Laboratory diagnostics of tsutsugamushi fever
Hemogram changes are nonspecific. The most important are the detection of specific antibodies in DSC or RIGA, immunofluorescence method and ELISA. It is possible to place a bioassay on white mice with subsequent isolation of pathogens or cultivation of microorganisms on a cell culture.

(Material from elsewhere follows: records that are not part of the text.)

import type { SymbolArray } from '../symbols/sequence.ts';
import type { CountingBlocks } from './context-counts-blocks.ts';
import type { RankedSymbols } from './context-counts-ranks.ts';
import { log2OfCount, type Tallies, TallyBuilder } from './context-counts-tallies.ts';

/** What counting one order gives, whichever way it was counted. */
export interface CountedOrder {
  readonly contextTallies: Tallies;
  readonly pairTallies: Tallies;
  /** Σ −log2(pair count ÷ context count) over the positions of each block. */
  readonly blockBits: Float64Array;
}

/**
 * Counts the pairs of one order in a table with a cell for every possible pair.
 *
 * The index of a context rolls: it drops its oldest symbol and takes the newest, so a position costs two look-ups.
 * @param ends   where contexts begin anew
 * @param order  k; distinct^(k + 1) must be at most 2^24
 */
export function countDense(
  ranked: RankedSymbols,
  ends: Uint32Array,
  order: number,
  blocks: CountingBlocks,
): CountedOrder {
  const { symbols, distinct } = ranked;
  const rankOf = ranked.rankOf ?? Uint32Array.from({ length: distinct }, (_, i) => i);
  const contextCells = distinct ** order;
  const counts = new Uint32Array(contextCells * distinct);
  countPairs(symbols, rankOf, ends, order, distinct, counts);
  const contexts = new TallyBuilder();
  const pairs = new TallyBuilder();
  // A cell's count is no longer needed once its code length is known: the length takes its place.
  const lengths = new Float32Array(counts.buffer);
  for (let row = 0; row < counts.length; row += distinct) {
    let contextCount = 0;
    for (let cell = row; cell < row + distinct; cell++) contextCount += counts[cell];
    if (contextCount === 0) continue;
    contexts.add(contextCount);
    const contextLog = log2OfCount(contextCount);
    for (let cell = row; cell < row + distinct; cell++) {
      const count = counts[cell];
      if (count === 0) continue;
      pairs.add(count);
      lengths[cell] = contextLog - log2OfCount(count);
    }
  }
  const blockBits = new Float64Array(blocks.count);
  sumLengths(symbols, rankOf, ends, order, distinct, lengths, blocks.ends, blockBits);
  return { contextTallies: contexts.finish(), pairTallies: pairs.finish(), blockBits };
}

function countPairs(
  symbols: SymbolArray,
  rankOf: Uint32Array,
  ends: Uint32Array,
  order: number,
  distinct: number,
  counts: Uint32Array,
): void {
  const oldest = distinct ** order;
  let from = 0;
  for (let m = 0; m < ends.length; m++) {
    const to = ends[m];
    if (to - from > order) {
      let context = 0;
      for (let i = from; i < from + order; i++) context = context * distinct + rankOf[symbols[i]];
      for (let i = from + order; i < to; i++) {
        const pair = context * distinct + rankOf[symbols[i]];
        counts[pair]++;
        context = pair - rankOf[symbols[i - order]] * oldest;
      }
    }
    from = to;
  }
}

function sumLengths(
  symbols: SymbolArray,
  rankOf: Uint32Array,
  ends: Uint32Array,
  order: number,
  distinct: number,
  lengths: Float32Array,
  blockEnds: Uint32Array,
  blockBits: Float64Array,
): void {
  const oldest = distinct ** order;
  let from = 0;
  let block = 0;
  for (let m = 0; m < ends.length; m++) {
    const to = ends[m];
    if (to - from > order) {
      let context = 0;
      for (let i = from; i < from + order; i++) context = context * distinct + rankOf[symbols[i]];
      let i = from + order;
      while (i < to) {
        while (blockEnds[block] <= i - order) block++;
        const stop = Math.min(to, blockEnds[block] + order);
        let bits = 0;
        for (; i < stop; i++) {
          const pair = context * distinct + rankOf[symbols[i]];
          bits += lengths[pair];
          context = pair - rankOf[symbols[i - order]] * oldest;
        }
        blockBits[block] += bits;
      }
    }
    from = to;
  }
}
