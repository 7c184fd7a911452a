import { TABLE_BITS, TABLE_TOTAL } from './field-weights.ts';

/** Parts of a bit in which costs are counted where they decide something. */
export const COST_PER_BIT = 65_536;

const MANTISSA = 2 ** 25;

/**
 * log2 of an integer 1 … 2^25 in 1/65536 bit, rounded down, by integers alone, so that choices that
 * rest on it are the same on every machine: the mantissa is squared once for each bit of the
 * fraction. Off by at most one unit.
 */
export function integerLog2(value: number): number {
  const whole = 31 - Math.clz32(value);
  let mantissa = value * 2 ** (25 - whole);
  let fraction = 0;
  for (let bit = 0; bit < 16; bit++) {
    mantissa = Math.floor((mantissa * mantissa) / MANTISSA);
    fraction *= 2;
    if (mantissa >= 2 * MANTISSA) {
      mantissa = Math.floor(mantissa / 2);
      fraction++;
    }
  }
  return whole * COST_PER_BIT + fraction;
}

let costs: Uint32Array | undefined;

/** For each frequency 1 … {@link TABLE_TOTAL} of that total its cost in 1/65536 bit; made once. */
export function tableCosts(): Uint32Array {
  costs ??= Uint32Array.from({ length: TABLE_TOTAL + 1 }, (_, frequency) =>
    frequency === 0 ? 0 : TABLE_BITS * COST_PER_BIT - integerLog2(frequency),
  );
  return costs;
}
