import { BugError, InputError } from '../errors/errors.ts';
import type { FieldChoice, FieldContext } from '../symbols/field-choice.ts';
import type { RecordLayout } from '../symbols/record-layout.ts';
import { weightCount } from './field-linear.ts';
import { TRANSFORM_CODES } from './field-residual.ts';
import { BUCKETS, tokenCount } from './field-token.ts';

export const NO_CONTEXT = 0;
export const LAST_RESIDUAL = 1;
export const LAST_VALUE = 2;
export const EARLIER_FIELD = 3;
export const EARLIER_VALUE = 4;
export const VALUE_BEFORE = 5;

const CONTEXT_CODES: Readonly<Record<FieldContext['kind'], number>> = {
  none: NO_CONTEXT,
  last: LAST_RESIDUAL,
  value: LAST_VALUE,
  field: EARLIER_FIELD,
  at: EARLIER_VALUE,
  was: VALUE_BEFORE,
};

/** Bounds between the size classes of a value. */
export const BOUNDS = BUCKETS - 1;

/** What both ends know of a field's values beforehand. */
export interface FieldFacts {
  /**
   * Stands in for the value before the first, or, where a choice names a field for that, is added
   * to the value of that field; unsigned, as in the layout.
   */
  readonly reference: number;
  /**
   * {@link BOUNDS} integers that never fall; a value in class i lies at or above i of them, by
   * {@link orderedValue}.
   */
  readonly bounds: readonly number[];
  /** Under `linear`, {@link weightCount} for each of {@link weightClassesOf}. */
  readonly weights?: Int16Array;
}

/** A value turned so that unsigned order is the order of the field. */
export function orderedValue(value: number, width: number, signed: number): number {
  return signed === 1 ? (value ^ (1 << (width - 1))) >>> 0 : value;
}

/** Of a field of which nothing is known: reference 0, classes that part the range evenly. */
export function untrainedFacts(width: number): FieldFacts {
  const bounds = Array.from({ length: BOUNDS }, (_, i) =>
    // Where there are fewer values than classes, one value a class.
    width >= 3 ? (i + 1) * 2 ** (width - 3) : Math.min(i + 1, 2 ** width),
  );
  return { reference: 0, bounds };
}

/** Number of frequency tables of a context, that of a message's first record included. */
export function tableCountOf(kind: number): number {
  if (kind === NO_CONTEXT) return 2;
  return kind === LAST_RESIDUAL ? BUCKETS + 2 : BUCKETS + 1;
}

export const contextKindOf = (choice: FieldChoice): number => CONTEXT_CODES[choice.context.kind];

/**
 * Classes of a context that have weights of their own under `linear`. The own last residual has
 * none: it would depend on them.
 */
export const weightClassesOf = (kind: number): number =>
  kind === NO_CONTEXT || kind === LAST_RESIDUAL ? 1 : BUCKETS;

/**
 * How every part of a record is coded, in the form that loops over symbols read.
 *
 * Tables are numbered through all parts. Those of a part begin at `tableStart[part]`: first that of
 * a message's first record, then those of its contexts. The tokens of a table lie at
 * `slotStart[table] … slotStart[table + 1] − 1`.
 */
export class FieldPlan {
  readonly layout: RecordLayout;
  readonly choices: readonly FieldChoice[];
  readonly transforms: Uint8Array;
  readonly contexts: Uint8Array;
  /** The part that a context asks; its own where it asks none. */
  readonly contextParts: Uint16Array;
  /** The part beside which a first value is coded, or −1. */
  readonly firstParts: Int16Array;
  /** Parts that `linear` asks: those of a part from `inputStart[part]` on. */
  readonly inputs: Uint16Array;
  readonly inputStart: Uint32Array;
  /** Weights of `linear`: those of a part, class by class, from `weightStart[part]` on. */
  readonly weights: Int16Array;
  readonly weightStart: Uint32Array;
  readonly references: Uint32Array;
  /** {@link BOUNDS} a part. */
  readonly bounds: Float64Array;
  /** 32 − width. */
  readonly shifts: Uint8Array;
  /** What turns a value into an ordered one. */
  readonly flips: Int32Array;
  readonly tableStart: Uint32Array;
  readonly slotStart: Uint32Array;

  /**
   * @param choices  one a part
   * @param facts    one a part
   * @throws InputError for a context that asks a part that is not earlier
   */
  constructor(layout: RecordLayout, choices: readonly FieldChoice[], facts: readonly FieldFacts[]) {
    const { names, widths, signed } = layout;
    if (choices.length !== names.length || facts.length !== names.length)
      throw new BugError('a plan of fields has not one choice a part');
    this.layout = layout;
    this.choices = choices;
    this.transforms = Uint8Array.from(choices, (choice) => TRANSFORM_CODES[choice.transform]);
    this.contexts = Uint8Array.from(choices, contextKindOf);
    this.contextParts = Uint16Array.from(choices, ({ context }, part) =>
      'name' in context ? askedPart(names, part, context.kind, context.name) : part,
    );
    this.firstParts = Int16Array.from(choices, ({ first }, part) =>
      first === undefined ? -1 : askedPart(names, part, 'first', first),
    );
    const inputs = choices.map((choice, part) =>
      (choice.inputs ?? []).map((name) => askedPart(names, part, 'linear', name)),
    );
    this.inputs = Uint16Array.from(inputs.flat());
    this.inputStart = startsOf(inputs.map((list) => list.length));
    const weights = facts.map((fact, part) => weightsOf(choices[part], fact));
    this.weights = Int16Array.from(weights.flatMap((list) => [...list]));
    this.weightStart = startsOf(weights.map((list) => list.length));
    this.references = Uint32Array.from(facts, (fact) => fact.reference);
    this.bounds = Float64Array.from(facts.flatMap((fact) => fact.bounds));
    this.shifts = widths.map((width) => 32 - width);
    this.flips = Int32Array.from(widths, (width, part) =>
      signed[part] === 1 ? 1 << (width - 1) : 0,
    );
    this.tableStart = new Uint32Array(names.length + 1);
    const slots: number[] = [0];
    for (let part = 0; part < names.length; part++) {
      const tables = tableCountOf(this.contexts[part]);
      this.tableStart[part + 1] = this.tableStart[part] + tables;
      for (let i = 0; i < tables; i++)
        slots.push(slots[slots.length - 1] + tokenCount(widths[part]));
    }
    this.slotStart = Uint32Array.from(slots);
  }

  get partCount(): number {
    return this.choices.length;
  }

  get tableCount(): number {
    return this.slotStart.length - 1;
  }

  /** Frequencies of all tables. */
  get slotCount(): number {
    return this.slotStart[this.tableCount];
  }
}

function startsOf(lengths: readonly number[]): Uint32Array {
  const starts = new Uint32Array(lengths.length + 1);
  for (let i = 0; i < lengths.length; i++) starts[i + 1] = starts[i] + lengths[i];
  return starts;
}

/** Weights of a part; untrained they are 0, and a linear prediction is the value before. */
function weightsOf(choice: FieldChoice, { weights }: FieldFacts): Int16Array {
  if (choice.transform !== 'linear') return new Int16Array(0);
  const count = weightClassesOf(contextKindOf(choice)) * weightCount(choice.inputs?.length ?? 0);
  if (weights !== undefined && weights.length !== count)
    throw new BugError('a plan of fields has the wrong number of weights');
  return weights ?? new Int16Array(count);
}

/** Parts that a choice may ask: any other for what it was, else one that lies before. */
function askedPart(
  names: readonly string[],
  part: number,
  how: 'field' | 'at' | 'was' | 'linear' | 'first',
  name: string,
): number {
  const asked = names.indexOf(name);
  const any = how === 'was' || how === 'linear';
  if (asked >= 0 && asked !== part && (any || asked < part)) return asked;
  const others = names.filter((_, other) => other !== part && (any || other < part));
  throw new InputError(`the field ${names[part]} cannot have ${roleOf(how)} ${how}:${name}`, {
    expected:
      others.length === 0
        ? 'none of another field: there is none that it could ask'
        : `${any ? 'another field of the record' : 'a field that lies before it in the record'}: ${others.join(', ')}`,
    got: name,
  });
}

function roleOf(how: string): string {
  if (how === 'linear') return 'the transform';
  return how === 'first' ? 'the start' : 'the context';
}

Treatment of tsutsugamushi fever
Etiotropic treatment of tsutsugamushi fever is carried out with preparations of tetracycline series (doxycycline 0.2 g once daily, tetracycline 0.3 g 4 times per day) for 5-7 days. Alternative drugs - rifampicin, macrolides, fluoroquinolones - are used in average therapeutic doses. Short courses of antibiotics contribute to the development of relapses. Complex pathogenetic treatment includes detoxification treatment of tsutsugamushi fever, use of glucocorticosteroid preparations, cardiac glycosides.
How is Tsutsugamushi prevented?
Tsutsugamushi fever is prevented if the following measures are carried out: disinfestation and deratization in natural biotopes near the location of people, destruction of rodents, use of repellents and protective clothing, clearing of the territory from bushes. Specific immunoprophylaxis of tsutsugamushi fever has not been developed, vaccination of the population with live attenuated vaccine (used in epidemic indications in endemic areas) has proved ineffective.